/// Judges labelled values against a lower limit under a rule (no moisture here).
fn decide_density(
    labelled: &[(String, f64)],
    lower: f64,
    rule: &AcceptanceRule,
    summary: &Summary,
) -> DensityDecision {
    let mut reasons = Vec::new();
    let mut accepted = true;
    let mut quality_index = None;
    let mut pwl = None;
    let meets = |v: f64, limit: f64| v >= limit - COMPARE_EPS;
    match rule {
        AcceptanceRule::EveryTest => {
            let below: Vec<&(String, f64)> =
                labelled.iter().filter(|(_, v)| !meets(*v, lower)).collect();
            if below.is_empty() {
                reasons.push(format!(
                    "all {} counted are at or above the {lower:.1} % minimum (lowest {:.1} %)",
                    summary.n, summary.min
                ));
            } else {
                accepted = false;
                for (label, v) in below {
                    reasons.push(format!(
                        "{label} at {v:.1} % is below the {lower:.1} % minimum"
                    ));
                }
            }
        }
        AcceptanceRule::MeanAndMin { allowance_pct } => {
            if !allowance_pct.is_finite() || *allowance_pct < 0.0 {
                return DensityDecision {
                    accepted: false,
                    reasons: vec![format!(
                        "the allowance {allowance_pct} is not a usable number of points; the lot cannot be judged"
                    )],
                    quality_index,
                    pwl,
                };
            }
            let floor = lower - allowance_pct;
            if meets(summary.mean, lower) {
                reasons.push(format!(
                    "mean relative compaction {:.1} % meets the {lower:.1} % minimum",
                    summary.mean
                ));
            } else {
                accepted = false;
                reasons.push(format!(
                    "mean relative compaction {:.1} % is below the {lower:.1} % minimum",
                    summary.mean
                ));
            }
            let below: Vec<&(String, f64)> =
                labelled.iter().filter(|(_, v)| !meets(*v, floor)).collect();
            if below.is_empty() {
                reasons.push(format!(
                    "every counted test is at or above the {floor:.1} % floor ({lower:.1} % less {allowance_pct:.1} allowance); lowest {:.1} %",
                    summary.min
                ));
            } else {
                accepted = false;
                for (label, v) in below {
                    reasons.push(format!(
                        "{label} at {v:.1} % is below the {floor:.1} % floor ({lower:.1} % less {allowance_pct:.1} allowance)"
                    ));
                }
            }
        }
        AcceptanceRule::QualityIndex { min_pwl_pct } => {
            if summary.n < 3 {
                return DensityDecision {
                    accepted: false,
                    reasons: vec![format!(
                        "the quality-index rule needs at least 3 counted tests; there {} {}",
                        if summary.n == 1 { "is" } else { "are" },
                        summary.n
                    )],
                    quality_index,
                    pwl,
                };
            }
            let s = summary.std_dev.unwrap_or(0.0);
            let no_spread = s <= 1e-12 * summary.mean.abs().max(1.0);
            let estimate = if no_spread {
                let p = if meets(summary.mean, lower) {
                    100.0
                } else {
                    0.0
                };
                reasons.push(format!(
                    "all {} counted tests read {:.1} %: with no spread the percent within limits is {p:.0} %",
                    summary.n, summary.mean
                ));
                p
            } else {
                let q = (summary.mean - lower) / s;
                quality_index = Some(q);
                reasons.push(format!(
                    "quality index {q:.2} = (mean {:.2} % − limit {lower:.1} %) / standard deviation {s:.2} over {} tests",
                    summary.mean, summary.n
                ));
                percent_within_limits(summary.n, q).unwrap_or(0.0)
            };
            pwl = Some(estimate);
            if estimate >= min_pwl_pct - COMPARE_EPS {
                reasons.push(format!(
                    "estimated percent within limits {estimate:.1} % meets the {min_pwl_pct:.1} % required"
                ));
            } else {
                accepted = false;
                reasons.push(format!(
                    "estimated percent within limits {estimate:.1} % is below the {min_pwl_pct:.1} % required"
                ));
            }
        }
    }
    DensityDecision {
        accepted,
        reasons,
        quality_index,
        pwl,
    }
}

Required work » Copy out the records above exactly and completely.

Solved exercise »
/// Judges labelled values against a lower limit under a rule (no moisture here).
fn decide_density(
    labelled: &[(String, f64)],
    lower: f64,
    rule: &AcceptanceRule,
    summary: &Summary,
) -> DensityDecision {
    let mut reasons = Vec::new();
    let mut accepted = true;
    let mut quality_index = None;
    let mut pwl = None;
    let meets = |v: f64, limit: f64| v >= limit - COMPARE_EPS;
    match rule {
        AcceptanceRule::EveryTest => {
            let below: Vec<&(String, f64)> =
                labelled.iter().filter(|(_, v)| !meets(*v, lower)).collect();
            if below.is_empty() {
                reasons.push(format!(
                    "all {} counted are at or above the {lower:.1} % minimum (lowest {:.1} %)",
                    summary.n, summary.min
                ));
            } else {
                accepted = false;
                for (label, v) in below {
                    reasons.push(format!(
                        "{label} at {v:.1} % is below the {lower:.1} % minimum"
                    ));
                }
            }
        }
        AcceptanceRule::MeanAndMin { allowance_pct } => {
            if !allowance_pct.is_finite() || *allowance_pct < 0.0 {
                return DensityDecision {
                    accepted: false,
                    reasons: vec![format!(
                        "the allowance {allowance_pct} is not a usable number of points; the lot cannot be judged"
                    )],
                    quality_index,
                    pwl,
                };
            }
            let floor = lower - allowance_pct;
            if meets(summary.mean, lower) {
                reasons.push(format!(
                    "mean relative compaction {:.1} % meets the {lower:.1} % minimum",
                    summary.mean
                ));
            } else {
                accepted = false;
                reasons.push(format!(
                    "mean relative compaction {:.1} % is below the {lower:.1} % minimum",
                    summary.mean
                ));
            }
            let below: Vec<&(String, f64)> =
                labelled.iter().filter(|(_, v)| !meets(*v, floor)).collect();
            if below.is_empty() {
                reasons.push(format!(
                    "every counted test is at or above the {floor:.1} % floor ({lower:.1} % less {allowance_pct:.1} allowance); lowest {:.1} %",
                    summary.min
                ));
            } else {
                accepted = false;
                for (label, v) in below {
                    reasons.push(format!(
                        "{label} at {v:.1} % is below the {floor:.1} % floor ({lower:.1} % less {allowance_pct:.1} allowance)"
                    ));
                }
            }
        }
        AcceptanceRule::QualityIndex { min_pwl_pct } => {
            if summary.n < 3 {
                return DensityDecision {
                    accepted: false,
                    reasons: vec![format!(
                        "the quality-index rule needs at least 3 counted tests; there {} {}",
                        if summary.n == 1 { "is" } else { "are" },
                        summary.n
                    )],
                    quality_index,
                    pwl,
                };
            }
            let s = summary.std_dev.unwrap_or(0.0);
            let no_spread = s <= 1e-12 * summary.mean.abs().max(1.0);
            let estimate = if no_spread {
                let p = if meets(summary.mean, lower) {
                    100.0
                } else {
                    0.0
                };
                reasons.push(format!(
                    "all {} counted tests read {:.1} %: with no spread the percent within limits is {p:.0} %",
                    summary.n, summary.mean
                ));
                p
            } else {
                let q = (summary.mean - lower) / s;
                quality_index = Some(q);
                reasons.push(format!(
                    "quality index {q:.2} = (mean {:.2} % − limit {lower:.1} %) / standard deviation {s:.2} over {} tests",
                    summary.mean, summary.n
                ));
                percent_within_limits(summary.n, q).unwrap_or(0.0)
            };
            pwl = Some(estimate);
            if estimate >= min_pwl_pct - COMPARE_EPS {
                reasons.push(format!(
                    "estimated percent within limits {estimate:.1} % meets the {min_pwl_pct:.1} % required"
                ));
            } else {
                accepted = false;
                reasons.push(format!(
                    "estimated percent within limits {estimate:.1} % is below the {min_pwl_pct:.1} % required"
                ));
            }
        }
    }
    DensityDecision {
        accepted,
        reasons,
        quality_index,
        pwl,
    }
}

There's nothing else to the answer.